3.8.09

hearing the love

וחרה אף ה' בכם
It's so important not only to pray, not only to learn Torah, but also to find the hidden blessings, the hidden points of light within even the darkest places. (As a matter of principle, we don't seek out the darkness, but when we find ourselves in it, we are required to reveal the light hidden therein.)

Every day, at least twice a day, we say the prayer Shema Yisrael. In the time of the Holocaust, the Partisans in the woods would identify a Jew based on his/her ability to recite the Shema Yisrael. The Shema is in many ways the essence of the Jew, and many a Jew has died with these holy words on their lips.

In the second chapter/paragraph of the Shema, we speak about the performance of the mitzwoth and the negative reppercussions of our transgressions. To me this part of the Shema is always difficult, we are proffessing our love and devotion to God and in the midst of this recounting His capacity to consume us in His holy wrath.
"And He will grow angry with you, and the heavens will cease, a stop to all precipitation, the land will hold back its bounty, and you will be lost from the land."
That's rough. How can we really and truly mean it when we say we love God, when this threat hangs over our heads?

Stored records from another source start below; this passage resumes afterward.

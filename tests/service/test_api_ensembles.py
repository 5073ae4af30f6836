"""Ensembles, trajectories recomputed, and the service's own calls. On both databases where they are read."""

from collections.abc import Iterator

import pytest

from support.api import Api, reading_only, sampled_by_hand, serving
from support.sweeps import small_sweep
from sweepmill.coordinates import coordinates
from sweepmill.messages import EnsembleRecord, PoolStatus, Trajectory
from sweepmill.statistics import summarize
from sweepmill_worker.sample import sample


@pytest.fixture
def api(database_url: str) -> Iterator[Api]:
    with serving(reading_only(database_url)) as running:
        yield running


def test_an_ensemble_shows_what_is_stored_and_where_it_came_from(api: Api) -> None:
    sweep = small_sweep(cap=40)
    api.submit(sweep)
    sampled_by_hand(api.store, sweep, 30)
    ensemble = sweep.points[1].ensemble
    record = EnsembleRecord.model_validate_json(api.http.get(f"/v1/ensembles/{ensemble.key[:10]}").content)
    assert (record.key, record.parameters, record.batches) == (ensemble.key, dict(ensemble.parameters), 2)
    assert {one.trajectories for one in record.observations} == {30}
    assert {one.key for one in record.observations} == {item.observation.key for item in sweep.observations}
    assert {(one.first, one.count, one.worker) for one in record.latest} == {(0, 30, "by-hand")}


def test_a_recomputed_trajectory_is_the_one_that_was_sampled(api: Api) -> None:
    sweep = small_sweep(cap=40)
    api.submit(sweep)
    sampled_by_hand(api.store, sweep, 5)
    ensemble = sweep.points[0].ensemble
    answer = api.http.get(f"/v1/ensembles/{ensemble.key}/trajectories/3")
    trajectory = Trajectory.model_validate_json(answer.content)
    assert (trajectory.ensemble, trajectory.trajectory) == (ensemble.key, 3)
    assert {"numba", "numpy", "python", "sweepmill"} <= trajectory.versions.keys()
    for value in trajectory.observations:
        (item,) = [one.observation for one in sweep.observations if one.observation.normal_form() == value.observation]
        alone = sample(ensemble, [item], 3, 1).accumulators[item.key]
        means = [moments.mean for moments in summarize(alone, coordinates(ensemble, item))]
        assert [one["value"] for one in value.values] == means


def test_a_trajectory_that_cannot_be_recomputed_here_is_refused(database_url: str) -> None:
    with serving(reading_only(database_url, limits={"recompute_seconds": 1e-9})) as api:
        sweep = small_sweep(cap=40)
        api.submit(sweep)
        path = f"/v1/ensembles/{sweep.points[0].ensemble.key}/trajectories"
        nothing = api.http.get(f"{path}/0")
        assert (nothing.status_code, "nothing is sampled" in nothing.json()["detail"]) == (422, True)
        sampled_by_hand(api.store, sweep, 5)
        slow = api.http.get(f"{path}/0")
        assert (slow.status_code, "limits.recompute_seconds" in slow.json()["detail"]) == (422, True)
        assert api.http.get(f"{path}/-1").status_code == 422
        assert api.http.get(f"{path}/{2**63}").status_code == 422


def test_the_service_tells_where_things_are_and_how_it_is(api: Api) -> None:
    links = api.http.get("/").json()
    for link in links.values():
        assert api.http.get(link).status_code == 200
    assert api.http.get("/docs").status_code == 404
    pool = PoolStatus.model_validate_json(api.http.get("/v1/pool").content)
    assert (pool.ready, pool.reason, pool.workers) == (False, "this process does not dispatch", [])


def test_metrics_count_requests_by_route_and_not_by_path(api: Api) -> None:
    sweep = small_sweep()
    api.submit(sweep)
    api.http.get(f"/v1/sweeps/{sweep.key}")
    api.http.get("/v1/sweeps/00000000")
    api.http.get("/made/up")
    answer = api.http.get("/metrics")
    assert answer.headers["content-type"].startswith("text/plain; version=0.0.4")
    lines = answer.text.splitlines()
    assert 'sweepmill_requests_total{method="GET",route="/v1/sweeps/{key}",status="200"} 1.0' in lines
    assert 'sweepmill_requests_total{method="GET",route="/v1/sweeps/{key}",status="404"} 1.0' in lines
    assert 'sweepmill_requests_total{method="GET",route="none",status="404"} 1.0' in lines
    assert "sweepmill_pool_workers 0.0" in lines
    assert "made" not in answer.text
    assert sweep.key not in answer.text
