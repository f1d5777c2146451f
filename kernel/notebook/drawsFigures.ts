import * as fs from "node:fs";
import * as path from "node:path";
import { packageForNotebook } from "../packageRoot";
import { isCode, type Notebook } from "./notebookFormat";

/** Names of the functions that make figures: the package has a file for each. */
function figureNames(packageFolder: string): string[] {
  const folder = path.join(packageFolder, "dist", "src", "plots");
  if (!fs.existsSync(folder)) return [];
  return fs
    .readdirSync(folder)
    .filter((file) => /^\w+\.js$/.test(file))
    .map((file) => path.basename(file, ".js"));
}

/** Whether a notebook calls a function that makes a figure; then the drawing thread is started with the run. */
export function drawsFigures(notebook: Notebook, folder: string): boolean {
  const names = figureNames(packageForNotebook(folder));
  const call = new RegExp(`\\brb\\.(${names.join("|")})\\s*\\(`);
  return names.length > 0 && notebook.cells.some((cell) => isCode(cell) && call.test(cell.source));
}
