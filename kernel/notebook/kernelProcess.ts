import { fork } from "node:child_process";
import * as path from "node:path";
import type { Answer, Remark, Request } from "./messages";

/** How the process ended, in words. */
export interface Ended {
  readonly say: "ended";
  readonly how: string;
}

/** The process that runs the cells, seen from the runner. */
export interface KernelProcess {
  /** Asks and waits; "ended" when the process is gone. */
  readonly ask: (request: Request) => Promise<Answer | Ended>;
  /** The first answer: the process is ready. */
  readonly ready: Promise<Answer | Ended>;
  readonly interrupt: () => void;
  readonly kill: () => void;
  /** Asks it to leave, and sees to it that it does. */
  readonly close: () => Promise<void>;
}

const longestLeave = 2000; // ms

/** Starts the process in the notebook's folder, with arguments of `messages`. */
export function startKernelProcess(
  folder: string,
  words: readonly string[],
  hear: (remark: Remark) => void,
): KernelProcess {
  const child = fork(path.join(__dirname, "notebookChild.js"), words, {
    cwd: folder,
    serialization: "advanced",
    stdio: ["ignore", "inherit", "inherit", "ipc"],
  });
  let ended: Ended | undefined;
  let answer: ((answer: Answer | Ended) => void) | undefined;

  child.on("message", (message: Answer | Remark) => {
    if (message.say === "output" || message.say === "late-fault") hear(message);
    else answer?.(message);
  });
  child.on("error", () => undefined); // the exit event tells
  const gone = new Promise<void>((resolve) => {
    child.once("exit", (code, signal) => {
      ended = { say: "ended", how: signal === null ? `exit code ${code}` : `signal ${signal}` };
      answer?.(ended);
      resolve();
    });
  });

  function nextAnswer(): Promise<Answer | Ended> {
    if (ended !== undefined) return Promise.resolve(ended);
    return new Promise((resolve) => {
      answer = resolve;
    });
  }

  function ask(request: Request): Promise<Answer | Ended> {
    const next = nextAnswer();
    if (ended === undefined && child.connected) child.send(request, () => undefined);
    return next;
  }

  async function close(): Promise<void> {
    const timer = setTimeout(() => child.kill("SIGKILL"), longestLeave);
    if (ended === undefined) void ask({ ask: "quit" });
    await gone;
    clearTimeout(timer);
  }

  return {
    ask,
    ready: nextAnswer(),
    interrupt: () => child.kill("SIGINT"),
    kill: () => child.kill("SIGKILL"),
    close,
  };
}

So many times I've set out to try and understand the deeper blessing, the light within this darkness and it has taken me until now to understand the smallest part of it:

When something displeases or angers you, you have a number of potential responses, depending on the importance of the annoyance in question. If it's the weather, you do your best to ignore it. An insect? You swat it away. A piece of paper, toss it in the waste basket. Another driver in traffic? Perhaps a gesture or an expletive but then they're gone.

What about your wife? children? parents? what about your best friend? These are the people that really get you angry. They make you angry because you care about them, because they know you and you know them, because you are intimately connected to them. You don't threaten your college professor that you won't ever talk to them again. You don't threaten to never visit a television reporter.

We are so close to God that He knows we can even take His anger. In hebrew it's rendered and His anger will burn in you. Not only does God dwell amongst us, but even when He's angry his anger is within us. He reveals Himself in this world through us. The heavens 'cease' when He's angry, the land's bounty is withheld, but He is still in us. He threatens to remove us from the land, because it's something of real value, a place to be close, to be intimate with Him. It's what He wants, it's what we want, and so it is withheld.

For one thousand nine hundred and forty one years, we have bourn His anger, and if that's what He's willing to give us then that is what we'll take.

Because all we want is Him.

That's a real relationship.

Someone you care about so much that they make you angry sometimes.
Someone who cares so much about you that your anger won't scare them away.